By conducting this research I hope to address and answer these very important questions:
  1. Does drinking water cause skin to glow?? 
  2. Does drinking water cause skin to look younger, fresher and more vibrant? 
  3. Will it finally solve world hunger, bring peace to all the nations, balance the budget and end the recession? 
Methodology:
My method is quite simple. DRINK!! My task is to drink at least 3+ litres of water a day for the next 7 days.  I intend to do this by drinking a litre of water with every meal and then one between/after meals.  

Control Group: Past Upside Down Girl
Experimental Group: Future Upside Down Girl
Limitations: Many

Observations: 
Day 1-
Captain's Log stardate 030911.1  
Today is Sunday, and I've decided that today is the day. However, I forgot one little thing; I don't have a water bottle or anything bigger than a mug. After searching my room I found a bottle of wine...Finished that off and topped it up with water. So, I began to drink and drink and drink. Finally, I finished my 4 litres at 8:30pm (2 of which I had in under an hour). From there on, just like clock work, I was going to the bathroom every 30-45 minutes. My last time was at 2:15am....

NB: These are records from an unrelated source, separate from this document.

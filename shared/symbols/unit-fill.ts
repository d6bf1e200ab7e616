import { mixColours } from '../colour'
import type { SheetFaceProperties, UnitProperties } from '../items/legend'
import { findPattern } from './definitions/lithology'
import type { Ink, Tile } from './display-list'
import { inkColour } from './ink'

export type Printing = SheetFaceProperties['printing']

/** How a unit's areas are filled: a ground, and its pattern over it. Without a ground the paper shows. */
export interface UnitFill {
  ground?: Ink
  pattern?: { tile: Tile; ink: Ink }
}

/** Share of black in a pattern printed over its unit's colour: it reads as texture, linework and letters stand before it. */
const PATTERN_STRENGTH = 0.5

/** Grounds of units without a pattern where only one ink is printed: paper first, then greys so light that letters read on
 *  them. Neighbours in the legend are told apart; after the last they come again, and letters tell. */
const greys: readonly (Ink | undefined)[] = [undefined, '#d2d2d2', '#ededed', '#c4c4c4', '#e0e0e0']

/** A unit's fill in colour. */
export function colourFill({ colour, pattern }: Pick<UnitProperties, 'colour' | 'pattern'>): UnitFill {
  const ground: Ink = `#${colour.slice(1)}`
  const tile = findPattern(pattern)?.tile
  if (!tile) return { ground }
  return { ground, pattern: { tile, ink: mixColours(inkColour('black'), colour, PATTERN_STRENGTH) } }
}

/** Fills of all units of a legend, by their ids: in colour, or in one ink by pattern and grey alone. */
export function unitFills(
  units: readonly { id: string; properties: Pick<UnitProperties, 'colour' | 'pattern' | 'rank'> }[],
  printing: Printing,
): Map<string, UnitFill> {
  if (printing !== 'one-ink') return new Map(units.map(({ id, properties }) => [id, colourFill(properties)]))
  let plain = 0
  const inOrder = units.toSorted((a, b) => a.properties.rank - b.properties.rank)
  return new Map(
    inOrder.map(({ id, properties: { pattern } }): [string, UnitFill] => {
      const tile = findPattern(pattern)?.tile
      if (tile) return [id, { pattern: { tile, ink: 'black' } }]
      const ground = greys[plain++ % greys.length]
      return [id, ground === undefined ? {} : { ground }]
    }),
  )
}
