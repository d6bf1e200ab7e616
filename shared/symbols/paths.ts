import type { Degrees, Millimetres, MM } from '../units'
import type { Path, PathStep } from './display-list'

/** Straight pieces that a curve is cut into: at symbol size, under a hundredth of a millimetre off. */
const CURVE_PIECES = 16

/** Handle length of a cubic curve that follows a quarter circle of radius 1. Source: derived; 4/3 · (√2 − 1). */
export const QUARTER_HANDLE = (4 / 3) * (Math.SQRT2 - 1)

/** A path through points, open unless `closed`. */
export const polyline = (points: readonly MM[], closed = false): PathStep[] => [
  ...points.map(([x, y], index): PathStep => [index === 0 ? 'move' : 'line', x, y]),
  ...(closed ? ([['close']] as const) : []),
]

/** A full circle. */
export function circle([x, y]: MM, radius: Millimetres): PathStep[] {
  const h = radius * QUARTER_HANDLE
  return [
    ['move', x + radius, y],
    ['curve', x + radius, y + h, x + h, y + radius, x, y + radius],
    ['curve', x - h, y + radius, x - radius, y + h, x - radius, y],
    ['curve', x - radius, y - h, x - h, y - radius, x, y - radius],
    ['curve', x + h, y - radius, x + radius, y - h, x + radius, y],
    ['close'],
  ]
}

/** The half circle from `at + (0, radius)` round the side of smaller x to `at − (0, radius)`, without its first step. */
export function halfCircleLeft([x, y]: MM, radius: Millimetres): PathStep[] {
  const h = radius * QUARTER_HANDLE
  return [
    ['curve', x - h, y + radius, x - radius, y + h, x - radius, y],
    ['curve', x - radius, y - h, x - h, y - radius, x, y - radius],
  ]
}

/** Every point of a path put through a function: moves, turns, scales. */
export const mapPath = (path: Path, map: (point: MM) => MM): PathStep[] =>
  path.map((step): PathStep => {
    switch (step[0]) {
      case 'move':
      case 'line':
        return [step[0], ...map([step[1], step[2]])]
      case 'curve':
        return ['curve', ...map([step[1], step[2]]), ...map([step[3], step[4]]), ...map([step[5], step[6]])]
      case 'close':
        return step
    }
  })

/** Turns a symbol drawn with y up the strike to its azimuth on the drawing and moves it to its place.
 *  @param azimuth degrees clockwise from the drawing's up */
export function turnTo(azimuth: Degrees, [x, y]: MM): (point: MM) => MM {
  const turn = (azimuth * Math.PI) / 180
  const [cos, sin] = [Math.cos(turn), Math.sin(turn)]
  return ([px, py]) => [x + px * cos + py * sin, y - px * sin + py * cos]
}

/** A path as polylines, curves cut into straight pieces; a closed part ends where it began. */
export function flatten(path: Path): MM[][] {
  const parts: MM[][] = []
  let part: MM[] = []
  for (const step of path) {
    if (step[0] === 'move') parts.push((part = [[step[1], step[2]]]))
    else if (step[0] === 'line') part.push([step[1], step[2]])
    else if (step[0] === 'curve') part.push(...curvePoints(part.at(-1), step))
    else {
      const first = part[0]
      if (first) part.push([...first])
    }
  }
  return parts.filter((points) => points.length > 1)
}

function curvePoints(from: MM | undefined, step: Extract<PathStep, readonly ['curve', ...number[]]>): MM[] {
  const [, x1, y1, x2, y2, x3, y3] = step
  const [x0, y0] = from ?? [x1, y1]
  return Array.from({ length: CURVE_PIECES }, (_, index): MM => {
    const t = (index + 1) / CURVE_PIECES
    const u = 1 - t
    const [a, b, c, d] = [u * u * u, 3 * u * u * t, 3 * u * t * t, t * t * t]
    return [a * x0 + b * x1 + c * x2 + d * x3, a * y0 + b * y1 + c * y2 + d * y3]
  })
}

Note to self...Stop drinking at least 2 hours before bed time! Another observation: After 2 litres, my pee actually looked like water. Now I know why they say it's OK to drink it if you're ever stuck in the desert (with 2+ litres of water.....).

Day 2:
Stardate 040911.2: Situation: Uncomfortable.
Because it takes me over an hour to get to work, and is semi-inappropriate to bring a bottle of wine (even if it is filled with water), I decided to be smart and drink my first litre before going to work. I made sure to try and go, as my mother always told us to, right before leaving but apparently I was completely empty.

About 20 minutes into my 50 minute trip I felt a slight tingle in my bladder, and thought: 
Ah this isn't too bad, I can wait another 30 minutes. Then I started noticing all the little bumps, shakes and vibrations.

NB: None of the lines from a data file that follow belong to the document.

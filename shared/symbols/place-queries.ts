import type { MeasuredLine } from '../geometry/measured-line'
import type { Millimetres, MM } from '../units'
import type { Ink, Mark } from './display-list'
import { favouredWay, ROUNDING, straightestPlace, straightPlaceNear, type Stretch } from './place-along'
import { capHeight, measureText } from './text-metrics'

/** The question mark set in a line of questioned identity. Source of the size: 8 points, FGDC as cited in
 *  symbolization.md section 2; the interval is ours. */
const query = { size: 2.8, weight: 700, interval: 20, gap: 0.55 } as const
const width: Millimetres = measureText('?', query.size, query.weight)
const height: Millimetres = capHeight(query.size, query.weight)

/** Most room that a question mark takes: on a line that runs up the page. */
const MOST_ROOM: Millimetres = Math.hypot(width, height) + 2 * query.gap

/** Room that an upright question mark takes along a line at a place: less on a level line than on an upright one. */
export function queryRoom(line: MeasuredLine, at: Millimetres): Millimetres {
  const [dx, dy] = line.directionAt(at, MOST_ROOM)
  return Math.min(width / Math.abs(dx), height / Math.abs(dy)) + 2 * query.gap
}

/** Where question marks stand: in the middles of free stretches, at about even intervals, off sharp bends; at least one
 *  wherever there is any room. */
export function placeQueries(
  line: MeasuredLine,
  { within: whole, taken }: { within: Stretch; taken: readonly Stretch[] },
): Millimetres[] {
  const within = withoutStubs(whole)
  const gaps = gapsBetween(within, taken).filter(([from, to]) => to - from >= MOST_ROOM - ROUNDING)
  const places = gaps.flatMap(shared)
  const wanted = Math.max(1, Math.round((within[1] - within[0]) / query.interval))
  const chosen = everyNth(places, wanted, favouredWay(line))
  const good = chosen.flatMap((middle) => {
    const gap = gaps.find(([from, to]) => middle > from && middle < to)
    const slack = gap ? Math.min(middle - gap[0], gap[1] - middle) - MOST_ROOM / 2 : 0
    return straightPlaceNear(line, middle, { size: MOST_ROOM, slack: Math.max(0, slack) }) ?? []
  })
  if (good.length > 0) return good
  const room = Math.min(MOST_ROOM, within[1] - within[0])
  return [straightestPlace(line, { size: room, within, taken }) ?? []].flat()
}

/** Line that is left between a question mark and the end of the line: less would be a stub. */
const STUB: Millimetres = 1.2

const withoutStubs = ([from, to]: Stretch): Stretch =>
  to - from >= MOST_ROOM + 2 * STUB ? [from + STUB, to - STUB] : [from, to]

/** The free stretches. */
function gapsBetween([from, to]: Stretch, taken: readonly Stretch[]): Stretch[] {
  const edges = [from, ...taken.toSorted((a, b) => a[0] - b[0]).flat(), to]
  return edges.flatMap((start, index): Stretch[] => {
    const end = edges[index + 1]
    return index % 2 === 0 && end !== undefined && end > start ? [[start, end]] : []
  })
}

/** Even places in one free stretch. */
function shared([from, to]: Stretch): Millimetres[] {
  const count = Math.max(1, Math.round((to - from) / query.interval))
  return Array.from({ length: count }, (_, index) => from + ((to - from) * (index + 0.5)) / count)
}

/** Some of several places, spread evenly and symmetrically; all where no more are there than wanted. */
function everyNth(places: readonly Millimetres[], wanted: number, favoured: 1 | -1): Millimetres[] {
  if (places.length <= wanted) return [...places]
  const middle = (places.length - 1) / 2
  const even = Array.from({ length: wanted }, (_, index) => ((index + 0.5) * places.length) / wanted - 0.5)
  const indices = even.map((share) => {
    const isBefore = share === middle ? favoured === 1 : share < middle
    return isBefore ? Math.ceil(share - 0.5) : Math.floor(share + 0.5)
  })
  return [...new Set(indices)].flatMap((index) => places[index] ?? [])
}

/** The mark itself. */
export const queryMark = (at: MM, ink: Ink): Mark => ({
  mark: 'text',
  text: '?',
  at,
  size: query.size,
  weight: query.weight,
  ink,
  align: 'middle',
})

You can do it Upside Down! Remember how you went right before you left? It's OK, just think about something else..

Yes all the work I have to do and (jolt!!) ummm...yeah work and quoting and (sudden stop) eek! I have training all week so I can sleep in and (lots of vibrations)...

Almost there Upside Down. Look! There's the first bridge! Only 15 more minutes until your stop! Really close now! Just think how beautiful your skin is going to be, so nice.... (jolt, bump, jolt) and shiny (jostle) just pinch a bit harder....Remember that time in High School when you really had to go? I wonder which one was worse? This time or that time, cuz that time was REALLY bad. You were searching for cups in the car and started crying cuz you had to go so badly.. 

Whoa! Why am I thinking of this? This is the worst possible thing to be thinking of. Think of ummm......(Screetch!!) My bladder!!! Oh good, the girl who gets on 5 minutes before my stop yes!!! Yes! YES!!! OH NOOOOOOOOOOOOO!! TRAFFIC?? why me!?!?!? 

Just think how good you'll feel in a couple of minutes...you will be completely empty and....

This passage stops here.